The reason we left Village 7 was simply not being able to plug into the community the church offered. It was very hard to during that season of life, and our lack of intentionality led to a disconnect with the church.
There was an Evangelical Free church right in our very neighborhood and we knew a lot of people who went there. We attended a couple of services and were thrilled to have people to talk to afterwards, people who already knew us. It wasn't "work" to get to know the people there. Sometimes you are willing to sacrifice teaching for community, and this would be an example of our having done just that.

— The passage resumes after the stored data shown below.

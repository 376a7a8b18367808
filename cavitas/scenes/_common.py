"""Shared parts of the scene generators: the Scene type, parameter checks, and the
imaging steps (blur, polarity, illumination, noise) applied to a clean wall image.

Every scene is **invented data**, made for the demo and for benchmarks only; nothing here
models a real instrument closely enough to serve as a check value.
"""

from __future__ import annotations

from collections.abc import Iterable, Sequence
from dataclasses import dataclass, field
from typing import Any

import numpy as np
from scipy import ndimage as ndi

from .. import _checks
from .._errors import ParameterError

__all__ = ["Scene"]

#: Unit of every scene's spacing.
UNIT = "µm"


@dataclass(frozen=True, eq=False)
class Scene:
    """A synthetic image with the ground truth of its chambers (invented data).

    Attributes
    ----------
    image : ndarray of float32
        The rendered image, ``(z, y, x)`` or ``(y, x)``. Before illumination and noise,
        walls are 1 and everything else 0 (``walls="bright"``); ``walls="dark"`` renders
        ``1 - that`` so walls are dark on a bright background.
    truth : ndarray of int32
        Label map of the chambers, ``1..N``; 0 marks walls and the medium outside.
    spacing : tuple of float
        Voxel size per axis in ``unit``, same order as the axes.
    unit : str
        Physical unit of ``spacing`` (``"µm"``).
    border_labels : tuple of int
        Labels of ``truth`` that touch the scan border (cut by it, hence not enclosed in
        the scan); they stay in ``truth`` but scoring usually treats them apart.
    description : str
        One paragraph saying what the scene shows and how it was made.
    params : dict
        The generator's name and the parameters it was called with.
    """

    image: np.ndarray
    truth: np.ndarray
    spacing: tuple[float, ...]
    unit: str = UNIT
    border_labels: tuple[int, ...] = ()
    description: str = ""
    params: dict[str, Any] = field(default_factory=dict)

    @property
    def n_labels(self) -> int:
        """Number of chambers in ``truth`` (border-cut ones included)."""
        return int(self.truth.max(initial=0))

    @property
    def volume(self) -> Any:
        """The image as a :class:`cavitas.io.Volume` with the scene's spacing and unit."""
        from ..io import Volume

        return Volume(self.image, spacing=self.spacing, unit=self.unit,
                      meta={"scene": self.params.get("generator", "")})


# -- parameter checks ------------------------------------------------------------------

def check_shape(shape: Sequence[int], ndim: int) -> tuple[int, ...]:
    """Return ``shape`` as a tuple of ``ndim`` ints >= 8, or raise ParameterError."""
    shape = _checks.shape(shape)
    if len(shape) != ndim or min(shape) < 8:
        raise ParameterError(
            f"shape must have {ndim} axes of at least 8 voxels each; got {shape}."
        )
    return shape


def check_range(name: str, value: float, low: float, high: float = np.inf) -> float:
    """Return ``value`` as float if ``low <= value <= high``, else raise ParameterError."""
    value = float(value)
    if not (np.isfinite(value) and low <= value <= high):
        raise ParameterError(f"{name} must be in [{low}, {high}]; got {value}.")
    return value


def check_count(name: str, value: int, low: int = 0) -> int:
    """Return ``value`` as int if it is a whole number >= ``low``, else raise ParameterError."""
    if not isinstance(value, (int, np.integer, float)) or int(value) != value or value < low:
        raise ParameterError(f"{name} must be a whole number >= {low}; got {value!r}.")
    return int(value)


def check_imaging(*, noise: float, ramp: float, blur: float, walls: str) -> None:
    """Check the imaging options every generator shares, or raise ParameterError."""
    check_range("noise", noise, 0.0, 10.0)
    check_range("ramp", ramp, 0.01, 100.0)
    check_range("blur", blur, 0.0, 20.0)
    _checks.walls(walls)


def fmt_extent(extent: Iterable[float]) -> str:
    """A physical extent as ``"a x b x c"`` for messages."""
    return " x ".join(f"{v:.4g}" for v in extent)


# -- geometry helpers ------------------------------------------------------------------

def physical_grid(shape: tuple[int, ...], spacing: tuple[float, ...]) -> np.ndarray:
    """Voxel centres in physical units, as a ``(n_voxels, ndim)`` float64 array (C order)."""
    axes = [np.arange(n, dtype=np.float64) * s for n, s in zip(shape, spacing, strict=True)]
    return np.stack(np.meshgrid(*axes, indexing="ij"), axis=-1).reshape(-1, len(shape))


def soft_wall(distance: np.ndarray, half_thickness: float | np.ndarray,
              step: float | np.floating) -> np.ndarray:
    """Partial-volume wall profile: 1 inside the wall, 0 outside, a linear ramp one voxel
    (``step``, physical units) wide centred on the wall surface ``distance == half_thickness``.
    """
    return np.clip((half_thickness - distance) / step + 0.5, 0.0, 1.0)


def border_labels(truth: np.ndarray) -> tuple[int, ...]:
    """Sorted labels (> 0) of ``truth`` present on any face of the array."""
    faces = [truth[tuple(slice(None) if a != axis else end for a in range(truth.ndim))]
             for axis in range(truth.ndim) for end in (0, -1)]
    found = np.unique(np.concatenate([f.ravel() for f in faces]))
    return tuple(int(v) for v in found if v > 0)


def split_components(truth: np.ndarray) -> np.ndarray:
    """Give each connected piece of each label its own label (full connectivity, the
    cavity side of the default faces-only walls), so a label cut into pieces by the scan
    border becomes one label per piece. Labels must not touch each other. Returns
    :func:`relabel` of the result."""
    pieces, _ = ndi.label(truth > 0, structure=np.ones((3,) * truth.ndim, bool))
    key = pieces.astype(np.int64) * (int(truth.max(initial=0)) + 1) + truth
    return relabel(np.where(truth > 0, key, 0))


def relabel(truth: np.ndarray) -> np.ndarray:
    """Relabel the positive values of ``truth`` to ``1..N`` in order of first appearance
    in C order (raster order), as int32; 0 stays 0."""
    flat = truth.ravel()
    values, first = np.unique(flat, return_index=True)
    keep = values > 0
    order = np.argsort(first[keep], kind="stable")
    lut = np.zeros(int(values.max(initial=0)) + 1, dtype=np.int32)
    lut[values[keep][order]] = np.arange(1, order.size + 1, dtype=np.int32)
    return lut[truth].astype(np.int32, copy=False)


def poisson_disc(rng: np.random.Generator, n: int, low: np.ndarray, high: np.ndarray,
                 min_distance: float, *, tries: int = 60) -> np.ndarray:
    """Draw up to ``n`` points uniformly in the box ``[low, high)`` no closer than
    ``min_distance`` to each other (dart throwing; deterministic for the generator).

    Stops early when ``tries * n`` candidates have been drawn; returns ``(m, ndim)``, m <= n.
    """
    low = np.asarray(low, float)
    high = np.asarray(high, float)
    points = np.empty((n, low.size))
    m = 0
    batch = 256
    for _ in range(max(1, tries * n // batch)):
        for cand in rng.uniform(low, high, size=(batch, low.size)):
            if m == 0 or np.min(np.sum((points[:m] - cand) ** 2, axis=1)) >= min_distance**2:
                points[m] = cand
                m += 1
                if m == n:
                    return points
    return points[:m]


def seed_cells(rng: np.random.Generator, cells: int, extent: np.ndarray,
               min_fraction: float) -> tuple[np.ndarray, float]:
    """Seeds of ``cells`` cells filling a scan of physical ``extent`` and a margin around it.

    The seeds lie in the scan grown by half the minimum distance on every side, so the
    cells continue past the border; the minimum distance is ``min_fraction`` of the mean
    distance ``d`` between seeds, found from ``cells = prod(extent + min_fraction * d) / d**ndim``
    by fixed-point iteration. Returns the seeds ``(cells, ndim)`` and ``d``.
    """
    ndim = len(extent)
    mean = (np.prod(extent) / cells) ** (1.0 / ndim)
    for _ in range(50):
        mean = (np.prod(extent + min_fraction * mean) / cells) ** (1.0 / ndim)
    margin = min_fraction * mean / 2.0
    seeds = poisson_disc(rng, cells, -margin * np.ones(ndim), extent + margin,
                         min_fraction * mean)
    if len(seeds) < cells:
        raise ParameterError(
            f"Could not place cells={cells} seeds at least {min_fraction * mean:.3g} µm "
            f"apart in a scan of {fmt_extent(extent)} µm; lower cells."
        )
    return seeds, float(mean)


# -- imaging ---------------------------------------------------------------------------

def illumination(shape: tuple[int, ...], ramp: float) -> np.ndarray:
    """Multiplicative gain rising linearly from 1 at the first corner (index 0 on every
    axis) to ``ramp`` at the opposite corner, along the main diagonal of the index grid."""
    t = sum(
        (np.arange(n, dtype=np.float32) / max(n - 1, 1)).reshape(
            [-1 if a == axis else 1 for a in range(len(shape))])
        for axis, n in enumerate(shape)
    ) / len(shape)
    return np.asarray(1.0 + (ramp - 1.0) * t, dtype=np.float32)


def render(clean: np.ndarray, rng: np.random.Generator, *, blur: float, walls: str,
           ramp: float, noise: float) -> np.ndarray:
    """Turn a clean wall image (walls 1, rest 0) into the scene image, in this order:

    1. Gaussian blur of standard deviation ``blur`` voxels on every axis;
    2. polarity: ``walls="dark"`` takes ``1 - image``;
    3. illumination: multiply by :func:`illumination` (1 → ``ramp`` across the image);
    4. noise: add Gaussian noise of standard deviation ``noise`` (the wall-to-interior
       contrast before illumination is 1, so ``noise`` is a fraction of it; under a ramp
       the local contrast is ``gain`` and the noise stays ``noise``).

    Returns float32.
    """
    image = clean.astype(np.float32)
    if blur > 0:
        image = ndi.gaussian_filter(image, sigma=blur, mode="nearest")
    if walls == "dark":
        image = 1.0 - image
    if ramp != 1.0:
        image *= illumination(image.shape, ramp)
    if noise > 0:
        image += np.float32(noise) * rng.standard_normal(image.shape, dtype=np.float32)
    return image.astype(np.float32, copy=False)
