"""The `deflect` command: parses options, calls the pipeline, prints or writes the results.

No physics here. Bad input ends with one `error:` line on stderr and exit code 2; warnings go to stderr
with `warning:`; with `--json` stdout holds exactly one JSON object.
"""

from __future__ import annotations

import functools
import inspect
import io
import json
import math
import os
import sys

# The solver's matrices are small (6x6 blocks, a few hundred unknowns): BLAS threads cost more than they give
# there (measured: 0.97 s single-threaded against 1.42 s with two threads for one cut's key stations), and
# the simulation already spreads its shell models over the cores. A user's own setting wins.
for _variable in ("OPENBLAS_NUM_THREADS", "OMP_NUM_THREADS", "MKL_NUM_THREADS"):
    os.environ.setdefault(_variable, "1")

import click  # noqa: E402  (after the thread settings, before numpy is first imported)

from deflect.errors import InputError, ModelError

EXIT_BAD_INPUT = 2
HTML_HELP = ("Also write the report as one self-contained HTML file: key figures, every table and figure, the "
             "inputs and the cautions; it prints to clean A4 or Letter pages.")
EXIT_CANNOT_WRITE = 1     # stdout could not be written: not the input's fault


class StdoutGone(Exception):
    """Standard output cannot be written (a full disk, a closed pipe)."""


def out(text: str) -> None:
    """Print a line to stdout, flushed at once so that a stdout that cannot be written is found here (and
    reported as one line) rather than when Python exits."""
    try:
        click.echo(text)
        sys.stdout.flush()
    except OSError as exc:
        raise StdoutGone(exc.strerror or str(exc)) from None


def names_the_job(command):
    """A command whose input errors name its input file (its first argument, a job or a drawing):
    `error: FILE: KEY: ...` also for a bad option."""
    first = next(iter(inspect.signature(command).parameters))

    @functools.wraps(command)
    def run(*args, **kwargs):
        try:
            return command(*args, **kwargs)
        except (InputError, ModelError) as exc:
            exc.file = exc.file or (kwargs[first] if first in kwargs else args[0])
            raise
    return run


def emit_json(payload: dict) -> None:
    out(json.dumps(payload, indent=2))


def warn(lines: list[str], path: str) -> None:
    for line in lines:
        click.echo(f"warning: {path}: {line}", err=True)


def parse_pair(text: str, option: str, names: str) -> tuple[float, float]:
    """'R,Z' -> (R, Z); an InputError naming the option otherwise."""
    parts = text.split(",")
    try:
        if len(parts) != 2:
            raise ValueError
        first, second = float(parts[0]), float(parts[1])
        if not (math.isfinite(first) and math.isfinite(second)):
            raise ValueError
    except ValueError:
        raise InputError(option, f"expects {names} as two numbers with a comma, got {text!r}") from None
    return first, second
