@dataclass(frozen=True, eq=False)
class PassChatter:
    name: str
    surface: str
    tool: str
    feed_mm: float
    speed_m_min: float
    stations: list[StationChatter]
    worst: StationChatter        # the station whose limit lies closest above (or furthest below) its cut
    stable_speeds_rpm: list[tuple[float, float]]   # every station stable, within the scanned range
    lobes: LobeMap | None = None     # the worst station's, when asked for
    zoom: LobeMap | None = None      # the same around the widest window (or the pass's speed), finer

    @property
    def stable(self) -> bool:
        return all(s.stable for s in self.stations)


@dataclass(frozen=True, eq=False)
class ChatterStudy:
    title: str
    material: str
    damping: float
    damping_from_memory: bool
    measured: int                # modes a tap test gave
    modes: list[ModeRow]         # the finished part as held, lowest first
    shapes: list[Mode]           # the first modes' shapes (figure)
    mesh_nodes_rz: np.ndarray    # the finished part's mid-surface nodes (figure)
    mesh_elements: np.ndarray
    passes: list[PassChatter]
    speed_range_rpm: tuple[float, float]
    warnings: list[str]


# ---------------------------------------------------------------------------------------------------
# the tap test

@dataclass(frozen=True)
class Corrections:
    """The tap test's changes to the model's modes: {(n, m): (frequency scale, damping)}, and the default."""

    by_mode: dict
    damping: float

    def applied(self, response: PointResponse) -> tuple[np.ndarray, np.ndarray]:
        """(natural frequencies [Hz], damping ratios) of a station's modes."""
        natural = response.frequency_hz.copy()
        damping = np.full(len(natural), self.damping)
        for i, key in enumerate(zip(response.n.tolist(), response.m.tolist())):
            if key in self.by_mode:
                scale, ratio = self.by_mode[key]
                natural[i] *= scale
                damping[i] = ratio
        return natural, damping


def tap_corrections(finished: list[Mode], dynamics: Dynamics) -> tuple[Corrections, list[ModeRow], list[str]]:
    """Each measured mode matched to the finished part's nearest mode in frequency (module docstring)."""
    by_mode, warnings, owner = {}, [], {}
    for measured in dynamics.measured:
        if not finished:
            break
        distance = [abs(math.log(measured.frequency_hz / mode.frequency_hz)) for mode in finished]
        mode = finished[int(np.argmin(distance))]
        key = (mode.n, mode.m)
        if key in owner:
            raise InputError(measured.key, f"{measured.frequency_hz:g} Hz and {owner[key]} both lie nearest to the "
                                           f"model's mode n = {mode.n}, m = {mode.m} ({mode.frequency_hz:.0f} Hz); "
                                           "give each measured mode once")
        owner[key] = f"{measured.frequency_hz:g} Hz ({measured.key})"
        scale = measured.frequency_hz / mode.frequency_hz
        if not TAP_MATCH_BAND[0] <= scale <= TAP_MATCH_BAND[1]:
            warnings.append(f"{measured.key}: the measured {measured.frequency_hz:g} Hz lies "
                            f"{100 * (scale - 1):+.0f} % "
                            f"from the model's nearest mode (n = {mode.n}, m = {mode.m}, {mode.frequency_hz:.0f} Hz): "
                            "check the holding ([[held]] boxes) and the measurement")
        by_mode[key] = (scale, measured.damping)
    corrections = Corrections(by_mode=by_mode, damping=dynamics.damping)
    rows = []
    for mode in finished:
        scale, ratio = by_mode.get((mode.n, mode.m), (1.0, dynamics.damping))
        rows.append(ModeRow(n=mode.n, m=mode.m, frequency_hz=mode.frequency_hz * scale, model_hz=mode.frequency_hz,
                            damping=ratio, measured=(mode.n, mode.m) in by_mode))
    return corrections, sorted(rows, key=lambda row: row.frequency_hz), warnings


# ---------------------------------------------------------------------------------------------------
# one station

def wall_of(job, section) -> WallModel:
    return WallModel(section, job.held, job.material.E_mpa, job.material.nu, CONTACT_PATCH, HARMONIC_TOLERANCE,
                     strict_patch=False, element_mm=ELEMENT_MM)


def station_response(job, current_rz: np.ndarray, path, p, k: int) -> PointResponse:
    """The wall's modal data where the tool bears at station k, the part cut up to there (worker task)."""
    shape = cut_to_target(current_rz, path, p, upto=k)
    behind_mm, _ = behind_and_lead_in(SimulationSettings())
    r, z = contact_point(path, k, behind_mm)
    try:
        dynamics = WallDynamics(wall_of(job, section_of_polygon(shape)), job.material.density_g_cm3)
        return dynamics.response_at([(r, z)], [path.normals[k]])[0]
    except (InputError, ModelError) as exc:
        raise ModelError(f"with the tool of pass '{p.name}' at r = {r:.3f}, z = {z:.3f} mm the part as cut so "
                         f"far cannot be modelled: {exc.message}", key=p.key) from None


@dataclass(frozen=True, eq=False)
class CutResponse:
    """The relative frequency response (wall plus tool) at a station and what the cut needs with it."""

    frequency_hz: np.ndarray
    response: np.ndarray         # (F, 2, 2) [mm/N] in (normal into the material, along the boundary)
    feed_sign: float             # +1: the feed runs along the boundary's counter-clockwise tangent
    material: object
    tool: object
    feed_mm: float
    speed_m_min: float
    force_factor: float = 1.0    # a first article's calibration of the pass's forces (all three Kienzle constants)

    def branches(self, depth_mm: float):
        """The cut's thrust coefficient and the lobes' branches at this depth. A calibrated force factor scales
        the three force constants together, so the thrust and its coefficient, not their direction."""
        modulation = chip_modulation(self.material, self.tool, depth_mm, self.feed_mm, self.speed_m_min)
        phi_in, phi_out = oriented(self.response, modulation, self.feed_sign)
        return (self.force_factor * modulation.coefficient_n_per_mm2,
                lobe_branches(self.frequency_hz, phi_in, phi_out))

    def margin(self, depth_mm: float, rpm, most: float = math.inf) -> np.ndarray:
        """Limit over the cut's coefficient at the speeds (> 1 stable); where it exceeds `most`, inf."""
        coefficient, branches = self.branches(depth_mm)
        return limit_at_speeds(branches, rpm, cap=most * coefficient)[0] / coefficient


def cut_response(job, process, p, response: PointResponse, corrections: Corrections, feed_sign: float) -> CutResponse:
    natural, damping = corrections.applied(response)
    tool = process.tools[p.tool]
    modal = [natural]
    if tool.bar is not None:
        modal.append([bar_natural_hz(tool.bar)])
    grid = frequency_grid(np.concatenate(modal), np.r_[damping, corrections.damping])
    frf = response.frf(grid, damping, natural)
    if tool.bar is not None:
        frf[:, 0, 0] += bar_frf(tool.bar, grid, corrections.damping)
    return CutResponse(frequency_hz=grid, response=frf, feed_sign=feed_sign, material=job.material, tool=tool,
                       feed_mm=p.feed_mm, speed_m_min=p.speed_m_min, force_factor=p.force_factor)


def deepest_scanned_mm(depth_mm: float) -> float:
    return max(4.0 * depth_mm, 2.0)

We plugged into the church more than any we ever had. Craig taught several rounds of Sunday School classes. I taught in the toddlers class. We joined the weekly homeschool co-op (our oldest was just in preschool, but it was something to do each week so we did it). We enrolled in Awanas, attended VBS, you name it, we were there. Daughter #4 was born while we were here, and we had her and #3 dedicated while at this church.
We stayed there longer than any other church we'd been at so far, but slowly I began a spiritual decline. The teaching lacked depth; the services were shallow. I started getting antsy. I felt like I was dying a slow painful spiritual death.
Craig didn't feel this as much because his role at Glen Eyrie placed him under good teaching often through the conferences he was planning. And whereas he gets fed by feeding others, I just get drained by it.
We discussed our situation many times with one particular couple. They were on Campus Crusade staff and had Mizzou roots along with Craig, so there were several levels of commonality on which to hinge a friendship. The counsel I, in particular, received, though, was to stay in the community we'd developed there, but to seek better teaching from radio or internet preachers. This suggestion didn't sit well with me. I have nothing against sermons on the internet, but I don't particularly think they should be one's dominant source of worship through the word.
I started crying a lot when thinking about going back. Craig began realizing my decline was serious. We discussed the options in-depth for several weeks and came to this conclusion: we couldn't go there if I were to have any hope of spiritual sustainability. About two and a half years after we joined this church (and yes, we had joined this one), all we could think about (okay, all *I* could think about) was the teaching we'd left behind at Village 7. We decided it was time to go back.
We had a small problem, though. We committed ourselves to teaching the toddlers class as a couple throughout the whole summer, and we didn't want to go back on our commitment. That month of August was one of the longest Augusts we've lived through (longer even than the one in which daughter #2 was born on the 28th!). We started going to the E-Free church in the mornings to teach the toddler class and then speeding across town back to V7 for the worship service.
When September rolled around, we knew this would be the last time we played with the churches of Colorado Springs. We sat through the membership class and took the membership vows that very month. It was one of the most relieving months of our whole church existence. We were in the process of wrestling through the infant baptism thing; I was wrestling with all five points of Calvinism. But it was where we were supposed to be and we knew it. It was good.
Then the very next month Craig took me out for coffee. While sipping my hot chocolate at Starbuck's that morning he spilled the words I never in a million years expected to hear. He said he'd been thinking about starting seminary. In St. Louis. Next fall, but moving in the spring. What did I think?
What did I think? It was a question I would not fully be able to understand the answer to for another four years, but the part of me that seeks out and thrives on change was completely for it. Yes! Let's do this! Let's start something totally new! In St. Louis!
And then I remembered: we just joined the church of our dreams. What about that?
Well, St. Louis is Presbyterianland, after all. Surely we'll find another one once we got there.